* [WORK ITEM] Determine how many lines in the records below contain "before", then state that number alone.

[Stored data]
--*--
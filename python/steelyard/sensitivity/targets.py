"""Targets of many changes at once: what they share is evaluated once."""

from __future__ import annotations

from collections.abc import Iterator, Mapping, Sequence
from dataclasses import dataclass, field

import numpy as np
import numpy.typing as npt

from steelyard.answers.reweigh import unknown_supports
from steelyard.base import Base
from steelyard.base.draws import Array
from steelyard.base.priors import PriorTerm
from steelyard.base.ratios import refuse_bad_ratio
from steelyard.changes import Change, Target, form_target
from steelyard.changes.edits import SwapPrior
from steelyard.changes.merging import PriorTarget
from steelyard.changes.target import has_weight, prior_delta
from steelyard.densities import Distribution
from steelyard.densities.cumulative import Elementwise
from steelyard.densities.distribution import _quiet
from steelyard.errors import SteelyardError
from steelyard.verdicts import Finding, judge
from steelyard.weighing.matched import Matched, gamma_or_beta_widened, may_match
from steelyard.weighing.preflight import (
    distance_from_mean,
    precision_lost,
    preflight,
    root_covariance,
    slower_precision,
    tail_precision,
)
from steelyard.weighing.supports import support_findings

__all__ = ["Targets"]

# Densities evaluated together: bounds the work array.
_WIDTH = 128
# Values of log ratios that are remembered, 64 MB.
_MOST_KEPT = 1 << 23
# One prior term and its new density.
Swap = tuple[str, Distribution]


@dataclass(frozen=True, eq=False)
class _Swapped:
    """What one new density of one term does: its Δ (None for none) and what algebra says of it."""

    delta: Array | None
    findings: tuple[Finding, ...]
    # How much normal tail precision the term loses, and about what; None where not known.
    loosened: Array | None


# What a change becomes: swaps put together, each with its label, or a target formed by itself.
Made = Target | tuple[tuple[str, _Swapped], ...]


@dataclass(frozen=True, eq=False)
class Formed:
    """Log ratios ``(B, n)`` of several changes; None, and the error, where one is refused."""

    ratios: Array
    made: list[Made | None]
    errors: dict[int, SteelyardError]


@dataclass
class Targets:
    """
    Targets over one base, remembering what single densities gave.

    A change that only swaps priors for distributions is put together from its densities, each
    evaluated once however many changes share it, and those of one family evaluated together. Any
    other change, and any that may have to be refused, is formed by `form_target`.
    """

    base: Base
    _swaps: dict[Swap, _Swapped] = field(default_factory=dict)
    _gaps: dict[tuple[str, float, float], tuple[Finding, ...]] = field(default_factory=dict)
    _roots: dict[tuple[str, ...], tuple[Array | None, Array]] = field(default_factory=dict)
    _matched: dict[str, Matched | None] = field(default_factory=dict)

    def form(self, changes: Sequence[Change]) -> Formed:
        """Log ratios of several changes, the same to the last bit as those of `form_target`."""
        keys = [self._swaps_of(change) for change in changes]
        self._evaluate(dict.fromkeys(swap for key in keys if key is not None for swap in key))
        ratios = np.zeros((len(changes), self.base.draws.size))
        made: list[Made | None] = []
        errors: dict[int, SteelyardError] = {}
        for place, (change, key) in enumerate(zip(changes, keys, strict=True)):
            try:
                made.append(self._form(change, key, ratios[place]))
            except SteelyardError as error:
                errors[place] = error
                made.append(None)
                ratios[place] = 0.0
        self._refuse_empty(ratios, made, errors)
        return Formed(ratios, made, errors)

    def _form(self, change: Change, key: tuple[Swap, ...] | None, out: Array) -> Made:
        swapped = [] if key is None else [self._swaps.get(swap) for swap in key]
        if key is None or None in swapped:
            target = form_target(self.base, change)
            out[:] = target.log_ratio
            return target
        made = [(swap[0], one) for swap, one in zip(key, swapped, strict=True) if one is not None]
        if len(made) > 1:
            made.sort(key=_label)  # the order of `form_target`: the same bits
        for place, (_, one) in enumerate(made):
            if one.delta is not None and place:
                out += one.delta
            elif one.delta is not None:
                out[:] = one.delta
        return tuple(made)

    def _refuse_empty(
        self, ratios: Array, made: list[Made | None], errors: dict[int, SteelyardError]
    ) -> None:
        """Targets without any draw are refused, as in a single answer."""
        base, given = self.base, self.base.reference
        tops = ratios.max(axis=1) if given is None else (ratios + given).max(axis=1)
        for place in np.flatnonzero(~np.isfinite(tops)):
            try:
                refuse_bad_ratio(ratios[place], base.draws, "log ratio")
                if given is not None:
                    total = ratios[place] + given
                    refuse_bad_ratio(total, base.draws, "log ratio with base weights")
            except SteelyardError as error:
                errors[int(place)] = error
                made[place] = None
                ratios[place] = 0.0

    def _swaps_of(self, change: Change) -> tuple[Swap, ...] | None:
        """The swaps of a change that has no other edits; else None."""
        if self.base.draws.pooling is not None:
            return None  # what algebra says depends on which of the fits reaches furthest
        stated = self.base.prior or {}
        found: list[Swap] = []
        for edit in change.edits:
            if type(edit) is not SwapPrior or not isinstance(edit.density, Distribution):
                return None
            if edit.label not in stated or not stated[edit.label].is_distribution:
                return None
            found.append((edit.label, edit.density))
        if len(found) > 1 and len({label for label, _ in found}) < len(found):
            return None
        return tuple(found)

    def _evaluate(self, swaps: Mapping[Swap, None]) -> None:
        """Remember new densities, those of one family and term together."""
        if (len(self._swaps) + len(swaps)) * self.base.draws.size > _MOST_KEPT:
            self._swaps = {key: kept for key, kept in self._swaps.items() if key in swaps}
        together: dict[tuple[str, type], list[Distribution]] = {}
        for label, density in swaps:
            if (label, density) not in self._swaps:
                together.setdefault((label, type(density)), []).append(density)
        for (label, family), densities in together.items():
            term = self.base.prior[label]  # type: ignore[index]
            for start in range(0, len(densities), _WIDTH):
                part = densities[start : start + _WIDTH]
                deltas = _together(self.base, term, family, part)
                if deltas is not None:
                    described = self._described_together(term, part, deltas)
                else:
                    alone = [_alone(self.base, term, density) for density in part]
                    described = [
                        self._described(term, *one) for one in zip(part, alone, strict=True)
                    ]
                for density, one in zip(part, described, strict=True):
                    # What is not a ratio is refused, with words, where the target is formed.
                    if one.delta is None or one.delta.max() < np.inf:
                        self._swaps[label, density] = one

    def _described_together(
        self, term: PriorTerm, densities: Sequence[Distribution], deltas: Array
    ) -> list[_Swapped]:
        """`_described` of densities of one family whose hyperparameters are numbers."""
        base, label = self.base, term.label
        if base.log_weights is not None:
            deltas = np.where(has_weight(base), deltas, 0.0)
        many = type(densities[0])(*(hyper[:, 0] for hyper in _columns(densities)))
        tails = many.tails((len(densities),))
        if label not in self._matched:
            self._matched[label] = Matched.of(base, term)
        matched = self._matched[label] if may_match(many) else None
        shapes = np.full(len(densities), -np.inf)
        if matched is not None:
            shapes[:] = matched.tail_shape(tails, 1.0)
        lost = np.full(len(densities), np.nan)
        one = PriorTarget(term, PriorTerm(term.key, densities[0]))
        about = distance_from_mean(one, base)
        before = None if about is None else tail_precision(term.density, about, base)
        if before is not None:
            after = slower_precision(tails)
            lost[:] = np.where(np.isfinite(after), before - after, np.nan)
        limits = [np.broadcast_to(limit, len(densities)).tolist() for limit in many.support()]
        found = []
        for i, density in enumerate(densities):
            one = PriorTarget(term, PriorTerm(term.key, density))
            findings = self._gap_at(one, (limits[0][i], limits[1][i]))
            if matched is not None and shapes[i] > 0:
                findings += (matched.finding(label, float(shapes[i])),)
            known = None if np.isnan(lost[i]) else lost[i : i + 1]
            found.append(_Swapped(deltas[i], findings, known))
        return found

    def _described(self, term: PriorTerm, density: Distribution, delta: Array | None) -> _Swapped:
        base = self.base
        if delta is not None and base.log_weights is not None:
            delta = np.where(has_weight(base), delta, 0.0)
        one = PriorTarget(term, PriorTerm(term.key, density))
        widened = gamma_or_beta_widened(base, {term.label: one})
        findings = (*self._gap(one, density), *widened)
        lost = precision_lost(one, base)
        return _Swapped(delta, findings, None if lost is None else lost[1])

    def _gap(self, one: PriorTarget, density: Distribution) -> tuple[Finding, ...]:
        """Findings about supports, which depend on the new density's limits alone."""
        hyper = [getattr(density, name) for name in density.numbers]
        if not isinstance(density, Elementwise) or not all(isinstance(h, float) for h in hyper):
            swapped = Target({one.base.label: one}, {}, {}, np.empty(0))
            return tuple(support_findings(self.base, swapped))
        lower, upper = density._support(*map(np.float64, hyper))
        return self._gap_at(one, (float(lower), float(upper)))

    def _gap_at(self, one: PriorTarget, limits: tuple[float, float]) -> tuple[Finding, ...]:
        key = (one.base.label, *limits)
        if key not in self._gaps:
            swapped = Target({one.base.label: one}, {}, {}, np.empty(0))
            self._gaps[key] = tuple(support_findings(self.base, swapped))
        return self._gaps[key]

    def findings(self, made: Sequence[Made | None]) -> list[Finding]:
        """Preflight of every target, and supports that cannot be seen: spoken where they hold."""
        told: list[tuple[int, Finding]] = []
        widened: dict[tuple[str, ...], list[int]] = {}
        for place, one in enumerate(made):
            if one is None:
                continue
            if isinstance(one, Target):
                found = (*preflight(self.base, one), *unknown_supports(one))
                told += [(place, finding) for finding in found]
                continue
            told += [(place, f) for _, swapped in one for f in swapped.findings]
            known = tuple([label for label, swapped in one if swapped.loosened is not None])
            if known:
                widened.setdefault(known, []).append(place)
        for labels, places in widened.items():
            told += self._widened(labels, places, made)
        return _spoken(told, len(made))

    def _widened(
        self, labels: tuple[str, ...], places: list[int], made: Sequence[Made | None]
    ) -> Iterator[tuple[int, Finding]]:
        """`preflight._normal_widened` of several targets that swap the same normal priors."""
        loosened = np.stack([self._loosened(labels, made[place]) for place in places])
        which = np.flatnonzero((loosened > 0).any(axis=1))
        if not len(which):
            return
        root, unit = self._root(labels)
        if root is None:
            return
        for start in range(0, len(which), _WIDTH):
            part = which[start : start + _WIDTH]
            fall = np.einsum("ki,bk,kj->bij", root, loosened[part] * unit**2, root)
            figures = np.linalg.eigvalsh(fall)[:, -1]
            for i, figure in zip(part, figures, strict=True):
                terms = ", ".join(labels)
                found = judge("prior_widened", float(figure), term=terms, posterior="normal")
                yield places[i], found

    def _loosened(self, labels: tuple[str, ...], one: Made | None) -> Array:
        by_label = dict(one) if isinstance(one, tuple) else {}
        parts = [by_label[label].loosened for label in labels]
        return np.concatenate([part for part in parts if part is not None])

    def _root(self, labels: tuple[str, ...]) -> tuple[Array | None, Array]:
        if labels not in self._roots:
            base = self.base
            values = []
            for label in labels:
                term = base.prior[label]  # type: ignore[index]
                about = distance_from_mean(PriorTarget(term, term), base)
                if about is not None:
                    values.append(about.reshape(base.draws.size, -1))
            self._roots[labels] = root_covariance(np.concatenate(values, axis=1), base)
        return self._roots[labels]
--*--
* [EXERCISE ANSWER] 3